──────── Data for review ────────

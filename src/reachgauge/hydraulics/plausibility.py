"""Figures of a section that the arithmetic allows but a natural channel does
not: warned about with the plausible range, and the figures they feed flagged.

A slope of 2 gives a velocity of 30 m/s and a Froude number near 12; an n of
0.0015 back-calculated from a discharge in the wrong unit is smoother than
glass. Nothing here changes a number; it says which numbers to doubt.

Ranges and their sources:

- Slope 1e-5 to 0.1. Manning's equation with tabulated n is used on channels
  up to a few per cent; steeper (step-pool, cascade) channels lose energy in
  ways the equation with a table n underestimates (Jarrett, R. D., 1984,
  Hydraulics of high-gradient streams, J. Hydraulic Eng. 110(11), studied
  slopes of about 0.002–0.04) [memory]. Below 1e-5 (1 cm per km) a terrain
  model cannot resolve the slope (common practice).
- Manning's n 0.010 to 0.250 (:data:`reachgauge.hydraulics.roughness.HARD_RANGE`:
  smooth lined channels to the roughest published flood plains, Chow 1959,
  Table 5-6).
- Froude number at most 1: natural channels rarely sustain supercritical mean
  flow over a reach (Grant, G. E., 1997, Critical flow constrains flow
  hydraulics in mobile-bed streams, Water Resources Research 33(2)) [memory].
- Mean velocity at most 6 m/s (about 20 ft/s) in a natural channel (common practice).
"""

from __future__ import annotations

import math

from reachgauge.manning import FOOT

SLOPE_RANGE = (1e-5, 0.1)
FROUDE_MAX = 1.0
VELOCITY_MAX = 6.0  # m/s
# the figures that Manning's equation computes from the slope and n
FROM_SLOPE_AND_N = ("velocity", "discharge", "Froude number", "shear stress", "stream power")


def section_doubts(slope: float, n, velocity: float, froude: float, units: str = "si",
                   back_calculated: bool = False) -> list[tuple[tuple[str, ...], str]]:
    """Warnings about one section's figures: a list of (names of the figures
    to flag, warning text). ``velocity`` is in the run's ``units`` (m/s or ft/s)."""
    from reachgauge.hydraulics.roughness import HARD_RANGE

    out = []
    lo, hi = SLOPE_RANGE
    if not lo <= slope <= hi:
        out.append((FROM_SLOPE_AND_N + ("slope",),
                    f"slope {slope:g} lies outside {lo:g}–{hi:g}, where Manning's equation "
                    "with a table n applies to natural channels: check the value (a per cent "
                    "given as a decimal?) before using the velocity and discharge"))
    ns = [float(v) for v in (n if isinstance(n, (list, tuple)) else [n]) if v is not None]
    odd = [v for v in ns if not HARD_RANGE[0] <= v <= HARD_RANGE[1]]
    if odd:
        what = "back-calculated n" if back_calculated else "Manning's n"
        out.append((("Manning's n",) + (() if back_calculated else FROM_SLOPE_AND_N),
                    f"{what} {odd[0]:.4g} lies outside {HARD_RANGE[0]:g}–{HARD_RANGE[1]:g}, "
                    "the published range for channels and flood plains (Chow 1959, Table 5-6)"
                    + (": check the stage, slope and discharge and their units"
                       if back_calculated else "")))
    v_si = velocity * (FOOT if units == "us" else 1.0)
    if math.isfinite(v_si) and v_si > VELOCITY_MAX:
        shown = f"{v_si / FOOT:.3g} ft/s" if units == "us" else f"{v_si:.3g} m/s"
        limit = f"{VELOCITY_MAX / FOOT:.0f} ft/s" if units == "us" else f"{VELOCITY_MAX:g} m/s"
        out.append((("velocity",), f"velocity {shown} exceeds {limit}, more than natural "
                    "channels carry: check the slope and n"))
    if math.isfinite(froude) and froude > FROUDE_MAX:
        out.append((("Froude number",), f"Froude number {froude:.3g} is above {FROUDE_MAX:g} "
                    "(supercritical), which natural channels rarely sustain: check the slope "
                    "and n"))
    return out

────────

Emit the records above again, exactly, with no line skipped.

▸ **Answer space**
filename src/reachgauge/hydraulics/plausibility.py
"""Figures of a section that the arithmetic allows but a natural channel does
not: warned about with the plausible range, and the figures they feed flagged.

A slope of 2 gives a velocity of 30 m/s and a Froude number near 12; an n of
0.0015 back-calculated from a discharge in the wrong unit is smoother than
glass. Nothing here changes a number; it says which numbers to doubt.

Ranges and their sources:

- Slope 1e-5 to 0.1. Manning's equation with tabulated n is used on channels
  up to a few per cent; steeper (step-pool, cascade) channels lose energy in
  ways the equation with a table n underestimates (Jarrett, R. D., 1984,
  Hydraulics of high-gradient streams, J. Hydraulic Eng. 110(11), studied
  slopes of about 0.002–0.04) [memory]. Below 1e-5 (1 cm per km) a terrain
  model cannot resolve the slope (common practice).
- Manning's n 0.010 to 0.250 (:data:`reachgauge.hydraulics.roughness.HARD_RANGE`:
  smooth lined channels to the roughest published flood plains, Chow 1959,
  Table 5-6).
- Froude number at most 1: natural channels rarely sustain supercritical mean
  flow over a reach (Grant, G. E., 1997, Critical flow constrains flow
  hydraulics in mobile-bed streams, Water Resources Research 33(2)) [memory].
- Mean velocity at most 6 m/s (about 20 ft/s) in a natural channel (common practice).
"""

from __future__ import annotations

import math

from reachgauge.manning import FOOT

SLOPE_RANGE = (1e-5, 0.1)
FROUDE_MAX = 1.0
VELOCITY_MAX = 6.0  # m/s
# the figures that Manning's equation computes from the slope and n
FROM_SLOPE_AND_N = ("velocity", "discharge", "Froude number", "shear stress", "stream power")


def section_doubts(slope: float, n, velocity: float, froude: float, units: str = "si",
                   back_calculated: bool = False) -> list[tuple[tuple[str, ...], str]]:
    """Warnings about one section's figures: a list of (names of the figures
    to flag, warning text). ``velocity`` is in the run's ``units`` (m/s or ft/s)."""
    from reachgauge.hydraulics.roughness import HARD_RANGE

    out = []
    lo, hi = SLOPE_RANGE
    if not lo <= slope <= hi:
        out.append((FROM_SLOPE_AND_N + ("slope",),
                    f"slope {slope:g} lies outside {lo:g}–{hi:g}, where Manning's equation "
                    "with a table n applies to natural channels: check the value (a per cent "
                    "given as a decimal?) before using the velocity and discharge"))
    ns = [float(v) for v in (n if isinstance(n, (list, tuple)) else [n]) if v is not None]
    odd = [v for v in ns if not HARD_RANGE[0] <= v <= HARD_RANGE[1]]
    if odd:
        what = "back-calculated n" if back_calculated else "Manning's n"
        out.append((("Manning's n",) + (() if back_calculated else FROM_SLOPE_AND_N),
                    f"{what} {odd[0]:.4g} lies outside {HARD_RANGE[0]:g}–{HARD_RANGE[1]:g}, "
                    "the published range for channels and flood plains (Chow 1959, Table 5-6)"
                    + (": check the stage, slope and discharge and their units"
                       if back_calculated else "")))
    v_si = velocity * (FOOT if units == "us" else 1.0)
    if math.isfinite(v_si) and v_si > VELOCITY_MAX:
        shown = f"{v_si / FOOT:.3g} ft/s" if units == "us" else f"{v_si:.3g} m/s"
        limit = f"{VELOCITY_MAX / FOOT:.0f} ft/s" if units == "us" else f"{VELOCITY_MAX:g} m/s"
        out.append((("velocity",), f"velocity {shown} exceeds {limit}, more than natural "
                    "channels carry: check the slope and n"))
    if math.isfinite(froude) and froude > FROUDE_MAX:
        out.append((("Froude number",), f"Froude number {froude:.3g} is above {FROUDE_MAX:g} "
                    "(supercritical), which natural channels rarely sustain: check the slope "
                    "and n"))
    return out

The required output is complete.